Task to carry out — What is needed here is every line of the records that includes "meet".

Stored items
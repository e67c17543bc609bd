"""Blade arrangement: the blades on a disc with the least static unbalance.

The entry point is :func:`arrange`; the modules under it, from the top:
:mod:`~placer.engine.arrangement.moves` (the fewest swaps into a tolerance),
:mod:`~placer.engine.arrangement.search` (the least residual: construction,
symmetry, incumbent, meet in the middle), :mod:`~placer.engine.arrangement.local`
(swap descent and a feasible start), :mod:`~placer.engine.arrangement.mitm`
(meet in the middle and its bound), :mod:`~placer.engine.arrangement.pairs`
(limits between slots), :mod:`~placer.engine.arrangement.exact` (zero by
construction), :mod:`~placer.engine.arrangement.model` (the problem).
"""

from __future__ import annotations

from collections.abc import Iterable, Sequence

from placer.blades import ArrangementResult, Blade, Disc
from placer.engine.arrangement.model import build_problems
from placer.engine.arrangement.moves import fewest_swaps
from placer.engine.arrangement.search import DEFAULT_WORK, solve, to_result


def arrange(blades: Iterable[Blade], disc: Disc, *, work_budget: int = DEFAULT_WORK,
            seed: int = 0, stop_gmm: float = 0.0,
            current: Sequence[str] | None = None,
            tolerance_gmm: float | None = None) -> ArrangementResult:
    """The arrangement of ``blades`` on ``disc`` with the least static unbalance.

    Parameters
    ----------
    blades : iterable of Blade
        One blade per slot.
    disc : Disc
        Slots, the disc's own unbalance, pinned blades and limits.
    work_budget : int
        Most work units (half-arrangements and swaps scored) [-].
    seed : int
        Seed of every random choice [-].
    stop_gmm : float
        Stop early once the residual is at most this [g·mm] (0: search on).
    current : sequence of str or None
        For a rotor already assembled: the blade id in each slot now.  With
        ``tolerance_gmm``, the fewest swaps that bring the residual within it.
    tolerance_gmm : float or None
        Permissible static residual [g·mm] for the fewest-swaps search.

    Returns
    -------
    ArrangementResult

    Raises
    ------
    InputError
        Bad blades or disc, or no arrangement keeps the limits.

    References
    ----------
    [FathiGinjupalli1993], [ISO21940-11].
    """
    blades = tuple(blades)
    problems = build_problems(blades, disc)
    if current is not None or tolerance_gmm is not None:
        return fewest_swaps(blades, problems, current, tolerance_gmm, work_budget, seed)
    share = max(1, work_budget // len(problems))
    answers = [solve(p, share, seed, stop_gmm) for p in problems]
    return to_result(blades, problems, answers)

Output for this exercise —
symmetry, incumbent, meet in the middle), :mod:`~placer.engine.arrangement.local`
(meet in the middle and its bound), :mod:`~placer.engine.arrangement.pairs`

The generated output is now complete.